* Exercise objective *
Could you copy all of the records below exactly as they appear?

* Records for the exercise *
• • • • • • •

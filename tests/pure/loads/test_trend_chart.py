"""The chart of rejects: a strip an aircraft, every count in words too, nothing typed unescaped."""

import xml.etree.ElementTree as ET
from datetime import date, timedelta

from loads.trend_chart import MOST_STRIPS, Series, trend_chart

SVG = "{http://www.w3.org/2000/svg}"
WEEKS = [date(2026, 9, 2) + timedelta(days=7 * number) for number in range(13)]


def counts(**places: int) -> tuple[int, ...]:
    return tuple(places.get(f"w{number}", 0) for number in range(13))


def words(svg: str) -> list[str]:
    return [one.text or "" for one in ET.fromstring(svg).iter(f"{SVG}text")]  # noqa: S314  # our own SVG


def test_each_count_stands_above_its_mark_and_in_the_title() -> None:
    svg = trend_chart([Series("Q9-KTB", counts(w2=3, w12=1))], WEEKS)

    assert {"Q9-KTB", "3", "1", "25 Nov", "week beginning"} <= set(words(svg))
    assert svg.count("<circle") == 2
    assert "Q9-KTB: 0, 0, 3, 0, 0, 0, 0, 0, 0, 0, 0, 0, 1" in svg


def test_aircraft_with_the_same_counts_have_lines_of_their_own() -> None:
    svg = trend_chart([Series("Q9-AAA", counts(w12=1)), Series("Q9-BBB", counts(w12=1))], WEEKS)

    lines = {one.get("points") for one in ET.fromstring(svg).iter(f"{SVG}polyline")}  # noqa: S314  # our own SVG
    assert len(lines) == 2


def test_the_higher_count_is_drawn_higher_over_a_common_scale() -> None:
    svg = trend_chart([Series("Q9-AAA", counts(w0=4, w1=2))], WEEKS)

    heights = [float(one.get("cy", "")) for one in ET.fromstring(svg).iter(f"{SVG}circle")]  # noqa: S314  # our own
    assert heights[0] < heights[1]


def test_without_rejects_nothing_is_drawn() -> None:
    assert trend_chart([Series("Q9-KTB", counts())], WEEKS) == ""
    assert trend_chart([], WEEKS) == ""


def test_a_large_fleet_is_cut_to_what_can_be_read() -> None:
    svg = trend_chart([Series(f"Q9-{number:03}", counts(w1=1)) for number in range(30)], WEEKS)

    assert svg.count("<polyline") == MOST_STRIPS


def test_names_are_escaped() -> None:
    svg = trend_chart([Series("<b>&", counts(w1=1))], WEEKS)

    assert "<b>" not in svg
    assert "<b>&" in words(svg)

• • • • • • •

* Expected answer *
filename tests/pure/loads/test_trend_chart.py
"""The chart of rejects: a strip an aircraft, every count in words too, nothing typed unescaped."""

import xml.etree.ElementTree as ET
from datetime import date, timedelta

from loads.trend_chart import MOST_STRIPS, Series, trend_chart

SVG = "{http://www.w3.org/2000/svg}"
WEEKS = [date(2026, 9, 2) + timedelta(days=7 * number) for number in range(13)]


def counts(**places: int) -> tuple[int, ...]:
    return tuple(places.get(f"w{number}", 0) for number in range(13))


def words(svg: str) -> list[str]:
    return [one.text or "" for one in ET.fromstring(svg).iter(f"{SVG}text")]  # noqa: S314  # our own SVG


def test_each_count_stands_above_its_mark_and_in_the_title() -> None:
    svg = trend_chart([Series("Q9-KTB", counts(w2=3, w12=1))], WEEKS)

    assert {"Q9-KTB", "3", "1", "25 Nov", "week beginning"} <= set(words(svg))
    assert svg.count("<circle") == 2
    assert "Q9-KTB: 0, 0, 3, 0, 0, 0, 0, 0, 0, 0, 0, 0, 1" in svg


def test_aircraft_with_the_same_counts_have_lines_of_their_own() -> None:
    svg = trend_chart([Series("Q9-AAA", counts(w12=1)), Series("Q9-BBB", counts(w12=1))], WEEKS)

    lines = {one.get("points") for one in ET.fromstring(svg).iter(f"{SVG}polyline")}  # noqa: S314  # our own SVG
    assert len(lines) == 2


def test_the_higher_count_is_drawn_higher_over_a_common_scale() -> None:
    svg = trend_chart([Series("Q9-AAA", counts(w0=4, w1=2))], WEEKS)

    heights = [float(one.get("cy", "")) for one in ET.fromstring(svg).iter(f"{SVG}circle")]  # noqa: S314  # our own
    assert heights[0] < heights[1]


def test_without_rejects_nothing_is_drawn() -> None:
    assert trend_chart([Series("Q9-KTB", counts())], WEEKS) == ""
    assert trend_chart([], WEEKS) == ""


def test_a_large_fleet_is_cut_to_what_can_be_read() -> None:
    svg = trend_chart([Series(f"Q9-{number:03}", counts(w1=1)) for number in range(30)], WEEKS)

    assert svg.count("<polyline") == MOST_STRIPS


def test_names_are_escaped() -> None:
    svg = trend_chart([Series("<b>&", counts(w1=1))], WEEKS)

    assert "<b>" not in svg
    assert "<b>&" in words(svg)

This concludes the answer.